Gérard Deltell Conservative Louis-Saint-Laurent, QC

Don't you recognize that at least the majority of the vote belonged to the government, except under Joe Clark's government in 1979 when we got fewer votes than Mr. Trudeau? All the time, in the last 100 years, at least, the majority of the people were in power.

3:40 p.m.

Prof. Peter Russell

You mean you had a plurality of the vote.

3:40 p.m.

Conservative

Gérard Deltell Conservative Louis-Saint-Laurent, QC

Yes, I'm talking about the majority.

3:40 p.m.

Prof. Peter Russell

Yes, but that's only a plurality, around 40%. I just don't think government should be controlled tightly by an administration that only 40% of the people think is what they want.

3:40 p.m.

Conservative

Gérard Deltell Conservative Louis-Saint-Laurent, QC

What was the wrong result of that for the Canadian economy and for Canadian democracy? What went wrong in the last 100 years with this system?

3:40 p.m.

Prof. Peter Russell

Well, there are several things. You'd have to go back to the false majority times. We just had a false majority before this government, and I think we're seeing that Canadians, for instance, supported parties that take global warming very seriously. Yet, they were under a government that did not seem to do that. The students I interact with—I'm still teaching at the University of Toronto—and even my neighbours in Rosedale were alarmed that our government was not reflecting their concerns about that issue. I think the majority of Canadians were alarmed.

3:40 p.m.

Conservative

Gérard Deltell Conservative Louis-Saint-Laurent, QC

Sir, we're talking about policies now.

3:40 p.m.

Prof. Peter Russell

I give that as one example.

3:40 p.m.

Conservative

Gérard Deltell Conservative Louis-Saint-Laurent, QC

If you want to go in that field, I can go in that field, too. It's not the case here. It's not the place for that.

What I'm asking you is, what went wrong in this country for the last 100 years because of this political system? What were the decisions with terrific effects on our democracy because of the system that we had in the last 100 years?

3:40 p.m.

Prof. Peter Russell

I think my colleague would like to answer that.

3:40 p.m.

Liberal

The Chair Liberal Francis Scarpaleggia

We have 30 seconds to go through the history.

3:40 p.m.

Professor, Ryerson University, As an Individual

Prof. Patrice Dutil

Mr. Deltell, I'll give you a single example: the riding creation, in 1917, and the electoral system distortions at the hands of the Conservative government and the Unionist government. Otherwise, in most cases, there is justification for the policies that were chosen by governments and supported.

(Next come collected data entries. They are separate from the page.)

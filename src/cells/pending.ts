/**
 * Cells whose computation is not in this version yet (fit).
 * Their fields are read and checked (shape, expression syntax, names, references to other
 * cells), their names are declared so that the graph is complete, and their report says
 * plainly that nothing was computed. Downstream readers of their names wait on them.
 */
import type { Cell, CellKind } from '../study/types.ts';
import type { CellError, Definition, GraphNode, Use } from '../node.ts';
import { cellRef } from '../node.ts';
import { type Field, field, usesOf } from './fields.ts';

const WHAT: Partial<Record<CellKind, string>> = {
  fit: 'the fit',
};

export function pendingNodes(cell: Cell, at: string): GraphNode[] {
  const problems: CellError[] = [];
  const c = cell as unknown as Record<string, any>;
  const fields: Array<Field | undefined> = [];
  const refs: Use[] = [];
  const defines: Definition[] = [];
  const expr = (v: unknown, path: string) => { if (v !== undefined) fields.push(field(v, path, problems)); };
  const ref = (id: unknown, path: string) => { if (typeof id === 'string') refs.push({ name: cellRef(id), path }); };
  const list = (v: unknown): any[] => (Array.isArray(v) ? v : []);
  const obj = (v: unknown): Record<string, unknown> => (v && typeof v === 'object' && !Array.isArray(v) ? (v as Record<string, unknown>) : {});

  switch (cell.kind) {
    case 'fit':
      list(c.rates).forEach((r, i) => ref(r, `${at}.rates[${i}]`));
      ref(c.data, `${at}.data`);
      list(c.estimate).forEach((e, i) => {
        const p = `${at}.estimate[${i}]`;
        for (const k of ['guess', 'min', 'max']) expr(obj(e)[k], `${p}.${k}`);
        if (typeof obj(e).as === 'string') defines.push({ name: e.as, path: `${p}.as` });
      });
      break;
  }
  const message = `${WHAT[cell.kind] ?? 'this cell'} is not computed in this version of Ratebook yet`;
  return [{
    key: `${cell.id}/${cell.kind}`,
    cell: cell.id,
    defines,
    uses: [...usesOf(fields), ...refs],
    allowsTime: false,
    allowsStates: true,
    pullsCoupledLaws: cell.kind === 'fit',
    signature: JSON.stringify(cell),
    problems,
    run: () => ({ ok: true, bindings: new Map(), output: { computed: false, message } }),
  }];
}

/** The names an nca cell defines, before its prefix (the study-format contract). */
export const NCA_NAMES = ['Cmax', 'tmax', 'Clast', 'tlast', 'AUClast', 'AUCinf', 'AUCextrap', 'lambda_z', 't_half', 'CL', 'Vz', 'AUMClast', 'MRT', 'r2adj'];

When people grew angry with the Conservative government—that's the example Mr. Russell would like to use—it had chosen to ignore Canadians' wishes regarding the environment, and the government partly suffered the consequences.

3:40 p.m.

Liberal

The Chair Liberal Francis Scarpaleggia

Thank you.

Ms. Sahota, you may go ahead.

3:40 p.m.

Liberal

Ruby Sahota Liberal Brampton North, ON

Thank you.

Professor Russell, you were speaking about elections earlier, that we don't vote or place emphasis on the candidate but, rather, the party when we are electing our members of Parliament. I would agree to that to some extent. I saw that in my election as well. But I also feel that post-election the emphasis is different. Post-election, people tend to place a lot of emphasis on their members of Parliament and they want to hold somebody accountable and they want to be able to have a connection with somebody and they want to be able to go and see somebody.

It's self-proclaimed, but I think my constituency office is probably one of the busiest constituency offices in the country. I know that my constituents think it's very important to be able to reach out to me. They definitely point out, “We voted for you, not necessarily the Prime Minister but for you, so we hold you accountable to hear us out, whether it's on Canada Post or the environment or whatever it may be.” What are your thoughts on that, having that local connection to a member of Parliament?